People don't intentionally act to produce society, nevertheless their actions produce it, behind their backs, as it were. All those humans intentionally do is merely to try to satisfy needs and desires. But in order to do this, they have to work at a specific job, receive a wage or a salary, and thereby satisfy their needs. However, in the process, people produce more than they realize. They inherit the tools, institutions, and belief systems of previous generations, which they inadvertently reproduce in the process of satisfying their needs. Whatever the individual's immediate personal or family needs, his or her work responsibilities demand that more goods and services be produced than are necessary for private consumption. In order for the individual members of the society to get their needs and desires satisfied, a super-personal system of production, decision-making, circulation, and distribution must be set up, maintained, and in some cases, transformed.
As people become more politically and economically alienated, they become less and less aware of macro-social processes, which become more or less unconscious and over which they have diminishing control. In spite of their alienation, and in spite of the fact that individuals and families are to a large degree "out for themselves," they nevertheless inadvertently reproduce larger systems and processes-they feed people they will never know, reproduce social institutions they have no power to control, and impact the biophysical environment in ways they do not understand. Part of their activity is conscious, but a much larger part is unconscious. I call the inability to grasp the full implications of cooperative labor, either because of reification or alienation, "social amnesia."
Until now there has never been a time when human beings as a species have intentionally remade these institutions with the intention of changing history. In order for history to become a conscious process, people would have to overturn and restructure the stratification system, which would allow us collectively to take hold of that system. Then it would be possible to design our future, not just improvise it. We would become conscious history-makers, not just unconscious history-shapers.

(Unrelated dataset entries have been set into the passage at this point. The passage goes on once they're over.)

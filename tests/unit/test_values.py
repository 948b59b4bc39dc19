"""Text into numbers and months: what is a value, what is missing, what is neither."""

from __future__ import annotations

import datetime
import math
import re

import numpy as np
import pandas as pd
import pyarrow as pa
import pytest
from hypothesis import given, settings
from hypothesis import strategies as st
from tests.unit import intake_examples as examples

from lineproof.intake.values import (
    as_decimal,
    as_digits,
    check_date_format,
    missing_codes,
    settled_texts,
    to_days,
    to_numbers,
)
from lineproof.periods import Months
from lineproof.problems import KnownProblem

CODES = ["", "NA", "-99"]


def text(*values: str) -> pd.Series:
    return pd.Series(list(values), dtype="str")


@pytest.mark.parametrize(
    ("written", "value"),
    [
        ("0.05", 0.05),
        ("+0.05", 0.05),
        ("-.5", -0.5),
        ("5.", 5.0),
        ("007", 7.0),
        ("1e-3", 0.001),
        ("-1.5E+2", -150.0),
        ("1e-400", 0.0),
        ("0.1000000000000000055511151231257827", 0.1),
    ],
)
def test_plain_numbers(written: str, value: float) -> None:
    numbers = to_numbers(text(written), CODES)
    assert numbers.value.tolist() == [value]
    assert not numbers.is_text.any()
    assert numbers.code.tolist() == [-1]


@pytest.mark.parametrize(
    "written", ["halted", "1.2.3", "--1", "1 000", "0x10", "1e", "5%", ".", "1_0", "1,5", "é", "１"]
)
def test_text(written: str) -> None:
    numbers = to_numbers(text(written), CODES)
    assert numbers.is_text.tolist() == [True]
    assert np.isnan(numbers.value).all()


@pytest.mark.parametrize(
    "written", ["inf", "-INF", "Infinity", "nan", "NaN", "+inf", "1e400", "-1e400"]
)
def test_not_finite(written: str) -> None:
    numbers = to_numbers(text(written), CODES)
    assert numbers.is_not_finite.tolist() == [True]
    assert numbers.is_text.tolist() == [False]
    assert np.isnan(numbers.value).all()


def test_codes_for_missing_by_name() -> None:
    numbers = to_numbers(text("", "NA", "-99", "-99.00", "-9.9e1", "-99.01", "N/A"), CODES)
    assert numbers.code.tolist() == [0, 1, 2, 2, 2, -1, -1]
    assert numbers.is_text.tolist() == [False] * 6 + [True]
    assert np.isnan(numbers.value).tolist() == [True] * 5 + [False, True]


def test_a_code_may_be_spelt_like_a_number_that_is_none() -> None:
    numbers = to_numbers(text("nan", "inf", "."), ["nan", "."])
    assert numbers.code.tolist() == [1, -1, 2]
    assert numbers.is_not_finite.tolist() == [False, True, False]


def test_an_empty_field_is_always_missing() -> None:
    assert missing_codes(["NA", "NA", "x"]) == ["", "NA", "x"]
    assert to_numbers(text(""), ["NA"]).code.tolist() == [0]


@pytest.mark.parametrize(
    ("written", "value"),
    [("1,234", 1234.0), ("12,345,678.5", 12345678.5), ("-1,000.", -1000.0), ("+1,000", 1000.0)],
)
def test_thousands_separators_where_they_may_be(written: str, value: float) -> None:
    numbers = to_numbers(text(written, "5"), CODES, thousands=True)
    assert numbers.value.tolist() == [value, 5.0]
    assert numbers.had_thousands.tolist() == [True, False]
    assert to_numbers(text(written), CODES).is_text.tolist() == [True]


@pytest.mark.parametrize("written", ["0,123", "1,23", "1234,567", ",123", "1,234,56"])
def test_commas_that_part_no_thousands(written: str) -> None:
    assert to_numbers(text(written), CODES, thousands=True).is_text.tolist() == [True]


@settings(max_examples=300, deadline=None)
@given(st.lists(st.text("0123456789.,+-eEinfa ", max_size=8), min_size=1, max_size=20))
def test_numbers_agree_with_a_slow_loop(written: list[str]) -> None:
    numbers = to_numbers(text(*written), CODES, thousands=True)
    for position, each in enumerate(written):
        bare = each
        if re.fullmatch(r"[+-]?[1-9]\d{0,2}(,\d{3})+(\.\d*)?", each):
            bare = each.replace(",", "")
        try:
            expected = math.nan if bare != bare.strip() else float(bare)
            known = bare == bare.strip()
        except ValueError:
            expected, known = math.nan, False
        finite = known and math.isfinite(expected)
        is_code = each == "" or expected == -99
        assert (numbers.code[position] >= 0) == is_code
        assert numbers.is_text[position] == (not known and not is_code)
        assert numbers.is_not_finite[position] == (known and not finite)
        wanted = expected if finite and not is_code else math.nan
        np.testing.assert_equal(numbers.value[position], wanted)


def test_percent_and_decimal() -> None:
    assert as_decimal(np.array([-100.0, 0.0, 250.0]), "percent").tolist() == [-1.0, 0.0, 2.5]
    assert as_decimal(np.array([-1.0, 0.5]), "decimal").tolist() == [-1.0, 0.5]


@pytest.mark.parametrize(
    ("written", "value"),
    [
        ("0,05", 0.05),
        ("-,5", -0.5),
        ("5,", 5.0),
        ("12", 12.0),
        ("1e-3", 0.001),
        ("1,5E+2", 150.0),
    ],
)
def test_decimal_commas(written: str, value: float) -> None:
    numbers = to_numbers(text(written), CODES, decimal="comma")
    assert numbers.value.tolist() == [value]
    assert not numbers.is_text.any()


@pytest.mark.parametrize(
    ("decimal", "given", "kept"),
    [
        ("comma", "2,500", "2.500"),
        ("comma", "0,5", "0.5"),
        ("comma", "1.234,5", "1,234.5"),  # read with thousands later
        ("comma", "Ports, Mills", "Ports, Mills"),
        ("comma", "-99,0", ""),
        ("point", "2,500", "2,500"),
        ("point", "-99.0", ""),
        ("point", "-99.5", "-99.5"),
        ("point", "inf", "inf"),
        ("point", "", ""),
    ],
)
def test_texts_of_further_columns(decimal: str, given: str, kept: str) -> None:
    assert settled_texts([given, "x"], ["-99"], decimal) == [kept, "x"]


@pytest.mark.parametrize("written", ["0.05", "1.234", "1,2,3", "1 234", ",", "-1.000,5"])
def test_points_beside_decimal_commas(written: str) -> None:
    """A point parts thousands there, and no return has them."""
    numbers = to_numbers(text(written), CODES, decimal="comma")
    assert numbers.is_text.tolist() == [True]
    assert np.isnan(numbers.value).all()


@pytest.mark.parametrize(
    ("written", "value"),
    [
        ("1.234,5", 1234.5),
        ("12.345.678", 12345678.0),
        ("1 234,5", 1234.5),
        ("1\u00a0234", 1234.0),
        ("1\u202f234", 1234.0),
    ],
)
def test_thousands_beside_decimal_commas(written: str, value: float) -> None:
    numbers = to_numbers(text(written), CODES, thousands=True, decimal="comma")
    assert numbers.value.tolist() == [value]
    assert numbers.had_thousands.tolist() == [True]


def test_codes_beside_decimal_commas() -> None:
    numbers = to_numbers(
        text("n.a.", "-99,9", "-99,90", "-99.9", ""), ["n.a.", "-99,9"], decimal="comma"
    )
    assert numbers.code.tolist() == [1, 2, 2, -1, 0]
    assert numbers.is_text.tolist() == [False, False, False, True, False]


@pytest.mark.parametrize(
    ("column", "value", "code"),
    [
        (pa.array([1, None, -99, 0], pa.int64()), [1.0, None, None, 0.0], [-1, 0, 2, -1]),
        (pa.array([0.5, None, -99.0, math.nan]), [0.5, None, None, None], [-1, 0, 2, 0]),
        (pa.array([0.5, 0.25], pa.float32()), [0.5, 0.25], [-1, -1]),
        (pa.array([], pa.float64()), [], []),
    ],
    ids=["whole numbers", "numbers", "single precision", "none"],
)
def test_numbers_that_the_file_holds(
    column: pa.Array, value: list[float | None], code: list[int]
) -> None:
    numbers = to_numbers(column, CODES)
    wanted = [math.nan if each is None else each for each in value]
    np.testing.assert_array_equal(numbers.value, wanted)
    assert numbers.code.tolist() == code
    assert not (numbers.is_text | numbers.is_not_finite | numbers.had_thousands).any()


def test_infinite_numbers_that_the_file_holds() -> None:
    numbers = to_numbers(pa.array([math.inf, -math.inf, 1.0]), CODES)
    assert numbers.is_not_finite.tolist() == [True, True, False]
    np.testing.assert_array_equal(numbers.value, [math.nan, math.nan, 1.0])


@pytest.mark.parametrize("kind", [pa.string(), pa.large_string()])
def test_text_in_arrays_and_pieces_of_arrays(kind: pa.DataType) -> None:
    whole = pa.array(["junk", "1", "-99", "x", "2.5", "junk"], kind)
    numbers = to_numbers(whole[1:5], CODES)
    np.testing.assert_array_equal(numbers.value, [1.0, math.nan, math.nan, 2.5])
    assert numbers.code.tolist() == [-1, 2, -1, -1]
    assert numbers.is_text.tolist() == [False, False, True, False]
    pieces = pa.chunked_array([whole[1:2], whole[2:5]])
    np.testing.assert_array_equal(to_numbers(pieces, CODES).value, numbers.value)


def test_an_array_is_not_changed() -> None:
    array = pa.array([1.0, -99.0, math.inf])
    to_numbers(array, CODES)
    assert array.to_pylist() == [1.0, -99.0, math.inf]


@pytest.mark.parametrize(
    ("number", "digits"),
    [(10, "10"), (10.0, "10"), (-0.0, "0"), (1.5, "1.5"), (1e20, "1" + "0" * 20), (None, ""),
     (math.nan, ""), (math.inf, "inf"), ("007", "007")],
)  # fmt: skip
def test_digits(number: float | str | None, digits: str) -> None:
    assert as_digits(number) == digits


@pytest.mark.parametrize(
    ("column", "form", "expected"),
    [
        (pa.array([20000131, 2000131, None]), "%Y%m%d", ["2000-01-31", None, None]),
        (pa.array([200001, 20001]), "%Y%m", ["2000-01-01", None]),
        (
            pa.array([20000131.0, math.nan, math.inf, 20000131.5]),
            "%Y%m%d",
            ["2000-01-31", None, None, None],
        ),
        (pa.array([2000, 1999.0]), "%Y", ["2000-01-01", "1999-01-01"]),
        (
            pa.array([datetime.date(2000, 1, 31), None, datetime.date(1700, 1, 1)]),
            "%d/%m/%Y",
            ["2000-01-31", None, None],
        ),
        (pa.array([datetime.date(1850, 2, 3)], pa.date64()), "%Y", ["1850-02-03"]),
        (
            pa.array([datetime.datetime(1999, 12, 31, 23, 59), None]),
            "%Y",
            ["1999-12-31", None],
        ),
        (pa.array(["31.01.2000", "", "x"]), "%d.%m.%Y", ["2000-01-31", None, None]),
        (pa.array(["2000-01-31"], pa.large_string()), "%Y-%m-%d", ["2000-01-31"]),
        (pa.array([], pa.string()), "%Y-%m-%d", []),
        (pa.array([None, None], pa.int64()), "%Y%m%d", [None, None]),
    ],
)
def test_days_of_typed_arrays(column: pa.Array, form: str, expected: list[str | None]) -> None:
    found = to_days(column, form)
    assert found.dtype == "datetime64[D]"
    assert [None if np.isnat(day) else str(day) for day in found] == expected


@pytest.mark.parametrize("unit", ["s", "ms", "us", "ns"])
@pytest.mark.parametrize("zone", [None, "UTC"])
def test_the_last_moment_of_a_day_is_that_day(unit: str, zone: str | None) -> None:
    """Also before 1970, where moments are negative numbers and rounding towards zero gives the next day."""
    ends = pd.period_range("1965-03", periods=120, freq="M").to_timestamp(how="end")
    moments = pa.array(ends.tz_localize(zone)).cast(pa.timestamp("ns", zone))
    floored = pa.array(ends.floor(unit).tz_localize(zone)).cast(pa.timestamp(unit, zone))
    for column in (moments, floored):
        assert to_days(column, "%Y").tolist() == [end.date() for end in ends]


def test_days_of_a_piece_of_an_array() -> None:
    whole = pa.array(["x", "2000-01-31", "2000-02-29", "2000-01-31", "y"])
    found = to_days(whole[1:4], "%Y-%m-%d")
    assert [str(day) for day in found] == ["2000-01-31", "2000-02-29", "2000-01-31"]


def to_months(written: pd.Series, form: str) -> pd.Series:
    """The last day of the month of each date, as a study of months dates it; NaT where there is none."""
    days = to_days(written, form)
    ends = Months().date(Months().number(days)).astype("datetime64[ms]")
    return pd.Series(ends).mask(np.isnat(days))


def ends(dates: pd.Series) -> list[str]:
    return ["" if pd.isna(d) else d.strftime("%Y-%m-%d") for d in dates]


@pytest.mark.parametrize(
    ("form", "written", "expected"),
    [
        ("%Y-%m-%d", "2000-02-03", "2000-02-29"),
        ("%Y-%m-%d", "1999-12-31", "1999-12-31"),
        ("%Y-%m-%d", "2000-02-30", ""),
        ("%Y-%m-%d", "2000-13-01", ""),
        ("%Y-%m-%d", "2000-01", ""),
        ("%Y-%m-%d", "2000-01-31 09:00", ""),
        ("%Y-%m-%d", "", ""),
        ("%Y-%m-%d", "1799-12-31", ""),
        ("%Y-%m-%d", "1800-01-01", "1800-01-31"),
        ("%Y-%m-%d", "2200-12-01", "2200-12-31"),
        ("%Y-%m-%d", "2201-01-01", ""),
        ("%Y-%m-%d", "9999-12-31", ""),
        ("%Y%m%d", "20000131", "2000-01-31"),
        ("%Y%m%d", "2000131", ""),
        ("%Y%m%d", "200001", ""),
        ("%Y%m", "200001", "2000-01-31"),
        ("%Y%m", "20001", ""),
        ("%Y%m", "946598400000000000", ""),
        ("%d.%m.%Y", "31.01.2000", "2000-01-31"),
        ("%m/%d/%y", "01/31/99", "1999-01-31"),
        ("%d %b %Y", "31 Jan 2000", "2000-01-31"),
    ],
)
def test_months(form: str, written: str, expected: str) -> None:
    assert ends(to_months(text(written), form)) == [expected]


@settings(max_examples=50, deadline=None)
@given(st.lists(st.dates(datetime.date(1700, 1, 1), datetime.date(2300, 12, 31)), min_size=1))
def test_months_agree_with_the_calendar(days: list[datetime.date]) -> None:
    found = to_months(text(*[day.isoformat() for day in days]), "%Y-%m-%d")
    for day, end in zip(days, found, strict=True):
        if 1800 <= day.year <= 2200:
            following = datetime.date(day.year + day.month // 12, day.month % 12 + 1, 1)
            assert end == pd.Timestamp(following) - pd.Timedelta(days=1)
        else:
            assert pd.isna(end)


@pytest.mark.parametrize(
    ("form", "said"),
    [
        ("%Q-%m", "'%Q-%m' is no format for dates: %Q is not known"),
        ("%Y-%m-%", "'%Y-%m-%' is no format for dates: % is not known"),
        ("%Y-%m-%d %z", "'%Y-%m-%d %z' is no format for dates: %z is not known"),
        ("%Y-%m-%Y", "'%Y-%m-%Y' is no format for dates: %Y stands twice"),
        ("%d/%m", "'%d/%m' gives no year"),
        ("%Y", "'%Y' gives no month"),
    ],
)
def test_formats_that_give_no_month(form: str, said: str) -> None:
    with pytest.raises(KnownProblem) as caught:
        check_date_format(examples.reading("raw/r.csv", {}, dates=form))
    assert str(caught.value) == (
        f"The raw data cannot be used; nothing was written.\n"
        f"  raw/r.csv, dates: {said}\n    → as in %Y-%m-%d"
    )


@pytest.mark.parametrize(
    "form", ["%Y-%m", "%Y%m%d", "%d %b %y", "%Y-%j", "%Y-%m-%d %H:%M:%S", "%%%Y%m"]
)
def test_formats_that_do(form: str) -> None:
    check_date_format(examples.reading("raw/r.csv", {}, dates=form))
    to_months(text("x"), form)


def test_daily_data_need_a_day() -> None:
    for form in ("%Y-%m-%d", "%Y-%j"):
        check_date_format(examples.reading("raw/r.csv", {}, dates=form), daily=True)
    with pytest.raises(KnownProblem, match="'%Y-%m' gives no day"):
        check_date_format(examples.reading("raw/r.csv", {}, dates="%Y-%m"), daily=True)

The process of history shaping involves three participating dimensions-the individual, society, and the biophysical environment. In the process of trying to satisfy our individual needs, we must engage in mediated social relations. In working together to satisfy needs, we use up natural resources and change the ecological niche we inhabit. As a result, socio-cultural systems accumulate wear-and-tear and undergo periodic crisis. People must decide on new ways of engaging this environment and have to build new forms of social organization to better adapt to these biophysical changes. If successful, they produce new means by which to satisfy individual needs. Individuals then develop new needs, and this results in changed social systems and changed ecological conditions. Changes in both these larger systems in turn provide new vehicles by which old individual needs may be gratified and new needs stimulated or discovered. All of this occurs despite reification and alienation.
History-shaping can be defined as the necessary, recurrent, irreversible, and accumulating process of the collective laboring of the entire human species in the past, present, and future. The table at the end shows the differences between mainstream ideas of history and a process-oriented history of council communism, a type of Marxian theory.
Conclusion: So What's Next?
So where does an individual who doesn't give a hoot about history or voting do with all this information? Right now, in Yankeedom, not much. In order to mobilize this cynic we would need a mass socialist political party with clear long-term goals and a transition program of every 3 to 5 years (I'm not talking about Trotsky transition program). The party must have roots in the labor movement (like Labor Notes) and connected to worker cooperatives. It needs socialist political theoreticians and political economists like Michael Hudson, Richard Wolff, Michael Roberts, and Anwar Shaikh. This party does not intend to win elections. Its purpose is to connect, broaden and deepen working class struggles and work these struggles as part of a plan. This was Marx's vision for a communist party which he wrote about 170 years ago.